5:05.96 In file included from /Users/x/objdir-whitestar-current/dist/include/ipc/IPCMessageUtils.h:15: 5:05.96 Warning: -Wdefaulted-function-deleted in /Users/nuke/objdir-whitestar-current/dist/include/mozilla/dom/ipc/StructuredCloneData.h: explicitly defaulted move assignment operator is implicitly deleted 5:05.96 /Users/x/objdir-whitestar-current/dist/include/mozilla/dom/ipc/StructuredCloneData.h:83:3: warning: explicitly defaulted move assignment operator is implicitly deleted [-Wdefaulted-function-deleted] 5:05.96 operator=(StructuredCloneData&& aOther) = default; 5:05.96 ^ 5:05.96 /Users/x/objdir-whitestar-current/dist/include/mozilla/dom/ipc/StructuredCloneData.h:61:29: note: move assignment operator of 'StructuredCloneData' is implicitly deleted because base class 'mozilla::dom::StructuredCloneHolder' has a deleted move assignment operator 5:05.96 class StructuredCloneData : public StructuredCloneHolder 5:05.96 ^ 5:05.96 /Users/x/objdir-whitestar-current/dist/include/mozilla/dom/StructuredCloneHolder.h:159:3: note: copy assignment operator is implicitly deleted because 'StructuredCloneHolder' has a user-declared move constructor 5:05.96 StructuredCloneHolder(StructuredCloneHolder&& aOther) = default; 5:05.96 ^ 5:06.72 2 warnings generated.

dbsoft commented 2 years ago

I've now switched to trying to figure out which optimization is causing the issue by enabling the optimizations directly.

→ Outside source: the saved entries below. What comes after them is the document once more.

/**
 * Minimizes a smooth function of a few variables from a point near its minimum by Newton's
 * method with central-difference derivatives and step halving: quadratic convergence where
 * Nelder–Mead's simplex (shared/optimize/nelderMead) converges linearly, so a warm start costs
 * tens of evaluations instead of hundreds. For the LME step of the plateau mixed models, whose
 * θ moves little from one round to the next.
 *
 * Derivatives: steps h_i = 1e-4·max(1, |x_i|); with f of size F, rounding gives gradient errors
 * near F·1e-16/h and Hessian errors near F·1e-16/h², small next to the curvature of a
 * likelihood in θ of order 1.
 *
 * Edge cases: a Hessian that is not positive definite (a minimum on a boundary, e.g. a variance
 * at 0, where the deviance is flat) or a step that halving cannot make decrease f returns null,
 * and the caller falls back to a derivative-free search.
 */
import {
  choleskyLower,
  solveLowerInPlace,
  solveLowerTransposeInPlace,
} from '../stats/smallCholesky';

/** Newton's result. */
export interface NewtonResult {
  x: number[];
  fx: number;
  evaluations: number;
}

/**
 * Newton's method with numerical derivatives.
 * @param f - the function (finite near the start)
 * @param start - a point near the minimum
 * @param tolerance - stop when the step is below this in every coordinate (or when the
 *   decrease a full step predicts is below f's resolution, see below)
 * @returns the minimum, or null where Newton cannot proceed (see edge cases)
 * @example
 * newtonMinimize(([a, b]) => (a - 1) ** 2 + 3 * (b + 2) ** 2 + a * b, [0, 0], 1e-10)?.x
 */
export function newtonMinimize(
  f: (x: number[]) => number,
  start: readonly number[],
  tolerance: number,
): NewtonResult | null {
  const d = start.length;
  let x = [...start];
  let fx = f(x);
  let evaluations = 1;
  const at = (i: number, hi: number, j: number, hj: number): number => {
    const p = [...x];
    p[i] += hi;
    if (j >= 0) p[j] += hj;
    evaluations++;
    return f(p);
  };
  for (let iteration = 0; iteration < 50; iteration++) {
    const h = x.map((v) => 1e-4 * Math.max(1, Math.abs(v)));
    const g = new Float64Array(d);
    const hess = new Float64Array(d * d);
    const plus: number[] = [];
    const minus: number[] = [];
    for (let i = 0; i < d; i++) {
      plus[i] = at(i, h[i], -1, 0);
      minus[i] = at(i, -h[i], -1, 0);
      g[i] = (plus[i] - minus[i]) / (2 * h[i]);
      hess[i * d + i] = (plus[i] - 2 * fx + minus[i]) / (h[i] * h[i]);
    }
    for (let i = 0; i < d; i++) {
      for (let j = 0; j < i; j++) {
        const v =
          (at(i, h[i], j, h[j]) -
            at(i, h[i], j, -h[j]) -
            at(i, -h[i], j, h[j]) +
            at(i, -h[i], j, -h[j])) /
          (4 * h[i] * h[j]);
        hess[i * d + j] = v;
        hess[j * d + i] = v;
      }
    }
    if (![...g, ...hess].every(Number.isFinite)) return null;
    const lower = new Float64Array(d * d);
    if (!choleskyLower(hess, d, lower)) return null;
    const step = Float64Array.from(g, (v) => -v);
    solveLowerInPlace(lower, d, step);
    solveLowerTransposeInPlace(lower, d, step);
    // The decrease a full step predicts, ½·gᵀH⁻¹g, below what f resolves (1e-15 of |f|): the
    // step is then the last Newton step worth taking (quadratic convergence leaves it accurate
    // to about its square), and a line search could only halve in vain on f's rounding.
    // Measured on the LME step at 1,000 site-years: the deviance's rounding (its r² is a
    // difference of large sums of squares) puts the gradient's noise near 1e-4 and the steps
    // near 5e-8, above a 1e-9 tolerance, and the search spent ~60 evaluations a call on noise.
    let predicted = 0;
    for (let i = 0; i < d; i++) predicted -= 0.5 * g[i] * step[i];
    if (predicted <= 1e-15 * Math.max(1, Math.abs(fx))) {
      const last = x.map((v, i) => v + step[i]);
      const fLast = f(last);
      evaluations++;
      return fLast <= fx ? { x: last, fx: fLast, evaluations } : { x, fx, evaluations };
    }
    let t = 1;
    let next = x;
    let fNext = Infinity;
    for (let halving = 0; halving < 20; halving++) {
      next = x.map((v, i) => v + t * step[i]);
      fNext = f(next);
      evaluations++;
      if (fNext <= fx) break;
      t /= 2;
    }
    const size = Math.max(...step.map((v) => Math.abs(t * v)));
    if (!(fNext <= fx)) {
      // No decrease along the Newton direction: at the minimum to rounding, or not convex here.
      return size <= 1e3 * tolerance ? { x, fx, evaluations } : null;
    }
    x = next;
    fx = fNext;
    if (size <= tolerance) return { x, fx, evaluations };
  }
  return null;
}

According to https://developer.amd.com/wordpress/media/2017/04/AOCC-1.1-Clang%20-%20the%20C%20C++%20Compiler.pdf

The following optimizations are added on at the -O2 level. -vectorize-loops -vectorize-slp -itodcalls -itodcallsbyclone -inline -mldst-motion -gvn -elim-avail-extern -slpinstcombine -globaldce -constmerge -loop-sink The following optimizations are dropped at the -O2 level. -always-inline

https://gist.github.com/lolo32/fd8ce29b218ac2d93a9e

Shows that -fvectorize and -fslp-vectorize options get added at -O2 level where the crash starts occuring.

So I attempted a build with this in the .mozconfig:

ac_add_options --enable-optimize="-O1 -fvectorize -fslp-vectorize"

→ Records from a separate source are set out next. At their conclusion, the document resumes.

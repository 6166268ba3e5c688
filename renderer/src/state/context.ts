// One context key for the workspace's shared state, so components read it
// without passing it through every level.
import { getContext, setContext } from 'svelte';
import type { Workspace } from './workspace.svelte';

const key = Symbol('plotrate.workspace');

/** Makes the workspace available to every component below the caller. */
export function provideWorkspace(workspace: Workspace): void {
  setContext(key, workspace);
}

/** The workspace provided by App. */
export function useWorkspace(): Workspace {
  const workspace = getContext<Workspace | undefined>(key);
  if (!workspace) throw new Error('useWorkspace() called outside <App>.');
  return workspace;
}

Which should build at -O1 level with the vectorization options from -O2 enabled. This was stable.

So I am assuming the crash is being caused by one of the remaining optimizations:

-itodcalls -itodcallsbyclone -inline -mldst-motion -gvn -elim-avail-extern -slpinstcombine -globaldce -constmerge -loop-sink

However the rest do not have options to enable individually when calling clang. They only have options for calling LLVM's opt.

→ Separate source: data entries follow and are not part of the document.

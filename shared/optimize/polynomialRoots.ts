/**
 * The real roots of a low-degree polynomial inside an open interval, all of
 * them, to full precision. Between consecutive roots of the derivative the
 * polynomial is monotone, so each such piece holds at most one root and it is
 * bracketed by a sign change: the derivative's roots are found first (the same
 * way, recursively down to degree 1) and each bracketed root is then polished
 * by Newton's method safeguarded by bisection (Press et al., Numerical Recipes,
 * 3rd ed., §9.4, "rtsafe").
 *
 * Edge cases:
 * - a root of even multiplicity (the polynomial touches zero without changing
 *   sign) is found only when the value there is exactly 0;
 * - trailing zero coefficients are dropped, so a degree given too high is harmless;
 * - the zero polynomial has no isolated roots: none are returned.
 */

/** Highest degree handled (scratch is kept per recursion level, so no allocation per call). */
const MAX_DEGREE = 8;
const derivatives = Array.from({ length: MAX_DEGREE }, () => new Float64Array(MAX_DEGREE));
const criticals = Array.from({ length: MAX_DEGREE + 1 }, () => new Float64Array(MAX_DEGREE + 2));

/**
 * Real roots of c[0] + c[1] x + … + c[degree] x^degree in (lower, upper), ascending.
 * @param c - coefficients, constant term first
 * @param degree - degree of the polynomial (at most 8)
 * @param lower - left end of the interval (exclusive)
 * @param upper - right end (exclusive), > lower
 * @param out - receives the roots; needs room for `degree` of them
 * @returns how many roots were written to out
 * @example
 * const out = new Float64Array(2);
 * polynomialRoots(Float64Array.of(-2, 0, 1), 2, 0, 3, out); // 1, out[0] ≈ 1.41421356
 */
export function polynomialRoots(
  c: ArrayLike<number>,
  degree: number,
  lower: number,
  upper: number,
  out: Float64Array,
): number {
  return rootsAtLevel(c, Math.min(degree, MAX_DEGREE), lower, upper, out, 0, 0);
}

function rootsAtLevel(
  c: ArrayLike<number>,
  degree: number,
  lower: number,
  upper: number,
  out: Float64Array,
  at: number,
  level: number,
): number {
  let d = degree;
  while (d > 0 && c[d] === 0) d--;
  if (d === 0) return 0;
  if (d === 1) {
    const x = -c[0] / c[1];
    if (x > lower && x < upper) {
      out[at] = x;
      return 1;
    }
    return 0;
  }
  // Monotone pieces between the derivative's roots.
  const dc = derivatives[level];
  for (let k = 1; k <= d; k++) dc[k - 1] = k * c[k];
  const cp = criticals[level];
  cp[0] = lower;
  // (An offset rather than a subarray: a typed-array view is an allocation.)
  const inner = rootsAtLevel(dc, d - 1, lower, upper, cp, 1, level + 1);
  cp[inner + 1] = upper;
  let count = 0;
  let a = cp[0];
  let fa = horner(c, d, a);
  for (let piece = 1; piece <= inner + 1; piece++) {
    const b = cp[piece];
    const fb = horner(c, d, b);
    if (fb === 0 && piece <= inner) {
      // Exactly zero at a critical point: a root that need not change sign.
      if (count === 0 || out[at + count - 1] !== b) out[at + count++] = b;
    } else if ((fa < 0 && fb > 0) || (fa > 0 && fb < 0)) {
      out[at + count++] = bracketedRoot(c, d, a, b, fa);
    }
    a = b;
    fa = fb;
  }
  return count;
}

/** c evaluated at x by Horner's rule. */
function horner(c: ArrayLike<number>, d: number, x: number): number {
  let v = c[d];
  for (let k = d - 1; k >= 0; k--) v = v * x + c[k];
  return v;
}

/** The one root in (a, b) of a polynomial monotone there with f(a) = fa and a sign change. */
function bracketedRoot(c: ArrayLike<number>, d: number, a: number, b: number, fa: number): number {
  // Orient so that f(lo) < 0 < f(hi).
  let lo = fa < 0 ? a : b;
  let hi = fa < 0 ? b : a;
  let x = 0.5 * (a + b);
  let dxOld = Math.abs(b - a);
  let dx = dxOld;
  for (let iter = 0; iter < 100; iter++) {
    let f = c[d];
    let df = 0;
    for (let k = d - 1; k >= 0; k--) {
      df = df * x + f;
      f = f * x + c[k];
    }
    if (f === 0) return x;
    if (f < 0) lo = x;
    else hi = x;
    const newton = x - f / df;
    // Bisect when Newton would leave the bracket or is not halving the step.
    if (
      !(df !== 0) ||
      (newton - lo) * (newton - hi) > 0 ||
      Math.abs(2 * f) > Math.abs(dxOld * df)
    ) {
      dxOld = dx;
      dx = 0.5 * (hi - lo);
      const mid = lo + dx;
      if (mid === x || mid === lo || mid === hi) return mid;
      x = mid;
    } else {
      dxOld = dx;
      dx = newton - x;
      if (newton === x) return x;
      x = newton;
    }
    if (Math.abs(hi - lo) <= 4 * Number.EPSILON * Math.max(Math.abs(lo), Math.abs(hi))) return x;
  }
  return x;
}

https://llvm.org/docs/CommandGuide/opt.html https://llvm.org/docs/Passes.html

According to the earlier referenced PDF from the AMD site:

-mllvm Need to provide -mllvm so that the option can pass through the compiler front end and get applied on the optimizer where this optimization is implemented. For example: -mllvm -enable-strided-vectorization

So I attempted the following to enable additional optimizations from the list:

ac_add_options --enable-optimize="-O1 -fvectorize -fslp-vectorize -mllvm -gvn"

But I get the following error:

0:22.16 DEBUG: configure: error: These compiler flags for C are invalid: -O1 -fvectorize -fslp-vectorize -mllvm -gvn

Is the -mllvm option invalid for Apple's clang? If so how do I enable the optimizations individually using Apple's clang?

dbsoft commented 2 years ago

I've verified this is absolutely a clang/llvm issue, and not a Mac specific issue. I've just done a clang build on Ubuntu Linux and get the same exact crash.

Will try to use clang on Linux to determine the optimization that is causing the problem, and put a fix in for all platforms. Either by disabling the problematic optimization for clang or work around it in the source.

dbsoft commented 2 years ago

Fix has been discovered for the instability.

https://repo.palemoon.org/MoonchildProductions/UXP/issues/1891

dbsoft commented 2 years ago

This fix has been merged into the newly unified Pale Moon UXP.